[Saved entries]
--- START ---
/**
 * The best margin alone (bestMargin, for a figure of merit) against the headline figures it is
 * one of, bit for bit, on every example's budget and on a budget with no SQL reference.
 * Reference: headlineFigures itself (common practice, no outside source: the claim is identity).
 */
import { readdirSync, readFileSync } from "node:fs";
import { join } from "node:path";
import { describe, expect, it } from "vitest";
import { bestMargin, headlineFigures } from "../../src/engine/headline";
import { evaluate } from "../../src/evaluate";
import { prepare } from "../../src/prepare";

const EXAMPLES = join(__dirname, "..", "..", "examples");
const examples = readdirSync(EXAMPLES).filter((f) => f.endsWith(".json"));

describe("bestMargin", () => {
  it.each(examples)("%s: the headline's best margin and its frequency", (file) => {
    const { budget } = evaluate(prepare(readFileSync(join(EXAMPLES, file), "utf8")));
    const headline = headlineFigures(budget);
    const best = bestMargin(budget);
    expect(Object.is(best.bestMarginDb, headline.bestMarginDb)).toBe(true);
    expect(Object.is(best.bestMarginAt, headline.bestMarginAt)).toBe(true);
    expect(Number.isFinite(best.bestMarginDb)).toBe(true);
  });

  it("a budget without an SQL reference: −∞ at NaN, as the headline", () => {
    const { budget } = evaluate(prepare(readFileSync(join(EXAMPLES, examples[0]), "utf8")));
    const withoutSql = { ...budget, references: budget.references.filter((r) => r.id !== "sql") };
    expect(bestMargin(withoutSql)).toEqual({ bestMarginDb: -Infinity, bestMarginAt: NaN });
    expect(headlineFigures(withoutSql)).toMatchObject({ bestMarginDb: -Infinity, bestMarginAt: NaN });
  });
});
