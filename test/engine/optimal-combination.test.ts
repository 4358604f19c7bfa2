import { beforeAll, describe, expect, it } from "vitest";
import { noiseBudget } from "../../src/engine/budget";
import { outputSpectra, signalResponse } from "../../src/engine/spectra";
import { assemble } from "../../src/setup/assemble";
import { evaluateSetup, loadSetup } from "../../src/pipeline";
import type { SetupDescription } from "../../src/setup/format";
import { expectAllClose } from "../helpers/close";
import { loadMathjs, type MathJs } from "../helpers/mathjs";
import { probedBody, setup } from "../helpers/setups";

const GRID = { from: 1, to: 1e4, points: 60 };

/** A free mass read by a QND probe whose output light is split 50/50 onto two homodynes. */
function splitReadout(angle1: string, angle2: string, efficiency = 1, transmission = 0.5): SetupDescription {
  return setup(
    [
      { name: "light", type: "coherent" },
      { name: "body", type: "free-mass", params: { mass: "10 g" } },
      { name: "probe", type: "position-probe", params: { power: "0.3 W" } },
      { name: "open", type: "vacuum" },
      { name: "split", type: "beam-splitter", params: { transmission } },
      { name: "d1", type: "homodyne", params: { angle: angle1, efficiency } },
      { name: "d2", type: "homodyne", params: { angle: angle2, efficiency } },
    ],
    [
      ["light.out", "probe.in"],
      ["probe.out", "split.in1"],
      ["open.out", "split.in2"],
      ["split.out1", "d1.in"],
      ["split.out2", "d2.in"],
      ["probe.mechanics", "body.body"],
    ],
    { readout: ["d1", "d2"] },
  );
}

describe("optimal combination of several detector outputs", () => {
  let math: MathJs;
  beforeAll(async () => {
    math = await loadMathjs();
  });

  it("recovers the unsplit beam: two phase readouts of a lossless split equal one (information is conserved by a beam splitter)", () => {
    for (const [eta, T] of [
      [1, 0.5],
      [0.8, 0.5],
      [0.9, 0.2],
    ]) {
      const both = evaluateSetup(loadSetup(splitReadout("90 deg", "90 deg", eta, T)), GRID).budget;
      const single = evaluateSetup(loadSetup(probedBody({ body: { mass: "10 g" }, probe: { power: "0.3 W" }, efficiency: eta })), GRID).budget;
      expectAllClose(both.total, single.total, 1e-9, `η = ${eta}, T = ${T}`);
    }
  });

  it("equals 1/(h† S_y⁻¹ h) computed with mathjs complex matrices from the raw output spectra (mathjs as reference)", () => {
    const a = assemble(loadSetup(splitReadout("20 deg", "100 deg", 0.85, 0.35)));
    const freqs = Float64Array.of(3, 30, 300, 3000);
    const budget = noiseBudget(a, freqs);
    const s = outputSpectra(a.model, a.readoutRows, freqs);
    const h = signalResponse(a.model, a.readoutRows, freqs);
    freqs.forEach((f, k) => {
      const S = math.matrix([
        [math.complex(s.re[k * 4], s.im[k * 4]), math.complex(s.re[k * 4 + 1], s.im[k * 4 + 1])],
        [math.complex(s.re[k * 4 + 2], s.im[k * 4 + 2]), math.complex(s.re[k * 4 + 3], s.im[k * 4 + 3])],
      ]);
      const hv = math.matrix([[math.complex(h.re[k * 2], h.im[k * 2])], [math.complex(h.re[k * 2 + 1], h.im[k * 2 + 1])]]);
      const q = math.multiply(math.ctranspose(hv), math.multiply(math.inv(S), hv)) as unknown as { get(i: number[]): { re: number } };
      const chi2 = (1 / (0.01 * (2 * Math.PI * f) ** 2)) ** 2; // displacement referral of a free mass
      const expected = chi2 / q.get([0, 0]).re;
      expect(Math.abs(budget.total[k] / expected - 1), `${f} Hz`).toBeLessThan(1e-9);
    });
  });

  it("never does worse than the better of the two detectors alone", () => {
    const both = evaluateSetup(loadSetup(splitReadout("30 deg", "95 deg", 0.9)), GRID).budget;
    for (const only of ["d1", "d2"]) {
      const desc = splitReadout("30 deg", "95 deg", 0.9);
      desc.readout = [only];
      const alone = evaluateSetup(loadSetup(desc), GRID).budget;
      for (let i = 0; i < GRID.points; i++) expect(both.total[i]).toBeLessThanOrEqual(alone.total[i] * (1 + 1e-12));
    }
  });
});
--- END ---
* **Work instruction**:
Each line above must be retyped exactly in the response.

* **Solved exercise**:
/**
 * The best margin alone (bestMargin, for a figure of merit) against the headline figures it is
 * one of, bit for bit, on every example's budget and on a budget with no SQL reference.
 * Reference: headlineFigures itself (common practice, no outside source: the claim is identity).
 */
import { readdirSync, readFileSync } from "node:fs";
import { join } from "node:path";
import { describe, expect, it } from "vitest";
import { bestMargin, headlineFigures } from "../../src/engine/headline";
import { evaluate } from "../../src/evaluate";
import { prepare } from "../../src/prepare";

const EXAMPLES = join(__dirname, "..", "..", "examples");
const examples = readdirSync(EXAMPLES).filter((f) => f.endsWith(".json"));

describe("bestMargin", () => {
  it.each(examples)("%s: the headline's best margin and its frequency", (file) => {
    const { budget } = evaluate(prepare(readFileSync(join(EXAMPLES, file), "utf8")));
    const headline = headlineFigures(budget);
    const best = bestMargin(budget);
    expect(Object.is(best.bestMarginDb, headline.bestMarginDb)).toBe(true);
    expect(Object.is(best.bestMarginAt, headline.bestMarginAt)).toBe(true);
    expect(Number.isFinite(best.bestMarginDb)).toBe(true);
  });

  it("a budget without an SQL reference: −∞ at NaN, as the headline", () => {
    const { budget } = evaluate(prepare(readFileSync(join(EXAMPLES, examples[0]), "utf8")));
    const withoutSql = { ...budget, references: budget.references.filter((r) => r.id !== "sql") };
    expect(bestMargin(withoutSql)).toEqual({ bestMarginDb: -Infinity, bestMarginAt: NaN });
    expect(headlineFigures(withoutSql)).toMatchObject({ bestMarginDb: -Infinity, bestMarginAt: NaN });
  });
});
filename test/engine/optimal-combination.test.ts
repository 4358604f19c7bfa2
import { beforeAll, describe, expect, it } from "vitest";
import { noiseBudget } from "../../src/engine/budget";
import { outputSpectra, signalResponse } from "../../src/engine/spectra";
import { assemble } from "../../src/setup/assemble";
import { evaluateSetup, loadSetup } from "../../src/pipeline";
import type { SetupDescription } from "../../src/setup/format";
import { expectAllClose } from "../helpers/close";
import { loadMathjs, type MathJs } from "../helpers/mathjs";
import { probedBody, setup } from "../helpers/setups";

const GRID = { from: 1, to: 1e4, points: 60 };

/** A free mass read by a QND probe whose output light is split 50/50 onto two homodynes. */
function splitReadout(angle1: string, angle2: string, efficiency = 1, transmission = 0.5): SetupDescription {
  return setup(
    [
      { name: "light", type: "coherent" },
      { name: "body", type: "free-mass", params: { mass: "10 g" } },
      { name: "probe", type: "position-probe", params: { power: "0.3 W" } },
      { name: "open", type: "vacuum" },
      { name: "split", type: "beam-splitter", params: { transmission } },
      { name: "d1", type: "homodyne", params: { angle: angle1, efficiency } },
      { name: "d2", type: "homodyne", params: { angle: angle2, efficiency } },
    ],
    [
      ["light.out", "probe.in"],
      ["probe.out", "split.in1"],
      ["open.out", "split.in2"],
      ["split.out1", "d1.in"],
      ["split.out2", "d2.in"],
      ["probe.mechanics", "body.body"],
    ],
    { readout: ["d1", "d2"] },
  );
}

describe("optimal combination of several detector outputs", () => {
  let math: MathJs;
  beforeAll(async () => {
    math = await loadMathjs();
  });

  it("recovers the unsplit beam: two phase readouts of a lossless split equal one (information is conserved by a beam splitter)", () => {
    for (const [eta, T] of [
      [1, 0.5],
      [0.8, 0.5],
      [0.9, 0.2],
    ]) {
      const both = evaluateSetup(loadSetup(splitReadout("90 deg", "90 deg", eta, T)), GRID).budget;
      const single = evaluateSetup(loadSetup(probedBody({ body: { mass: "10 g" }, probe: { power: "0.3 W" }, efficiency: eta })), GRID).budget;
      expectAllClose(both.total, single.total, 1e-9, `η = ${eta}, T = ${T}`);
    }
  });

  it("equals 1/(h† S_y⁻¹ h) computed with mathjs complex matrices from the raw output spectra (mathjs as reference)", () => {
    const a = assemble(loadSetup(splitReadout("20 deg", "100 deg", 0.85, 0.35)));
    const freqs = Float64Array.of(3, 30, 300, 3000);
    const budget = noiseBudget(a, freqs);
    const s = outputSpectra(a.model, a.readoutRows, freqs);
    const h = signalResponse(a.model, a.readoutRows, freqs);
    freqs.forEach((f, k) => {
      const S = math.matrix([
        [math.complex(s.re[k * 4], s.im[k * 4]), math.complex(s.re[k * 4 + 1], s.im[k * 4 + 1])],
        [math.complex(s.re[k * 4 + 2], s.im[k * 4 + 2]), math.complex(s.re[k * 4 + 3], s.im[k * 4 + 3])],
      ]);
      const hv = math.matrix([[math.complex(h.re[k * 2], h.im[k * 2])], [math.complex(h.re[k * 2 + 1], h.im[k * 2 + 1])]]);
      const q = math.multiply(math.ctranspose(hv), math.multiply(math.inv(S), hv)) as unknown as { get(i: number[]): { re: number } };
      const chi2 = (1 / (0.01 * (2 * Math.PI * f) ** 2)) ** 2; // displacement referral of a free mass
      const expected = chi2 / q.get([0, 0]).re;
      expect(Math.abs(budget.total[k] / expected - 1), `${f} Hz`).toBeLessThan(1e-9);
    });
  });

  it("never does worse than the better of the two detectors alone", () => {
    const both = evaluateSetup(loadSetup(splitReadout("30 deg", "95 deg", 0.9)), GRID).budget;
    for (const only of ["d1", "d2"]) {
      const desc = splitReadout("30 deg", "95 deg", 0.9);
      desc.readout = [only];
      const alone = evaluateSetup(loadSetup(desc), GRID).budget;
      for (let i = 0; i < GRID.points; i++) expect(both.total[i]).toBeLessThanOrEqual(alone.total[i] * (1 + 1e-12));
    }
  });
});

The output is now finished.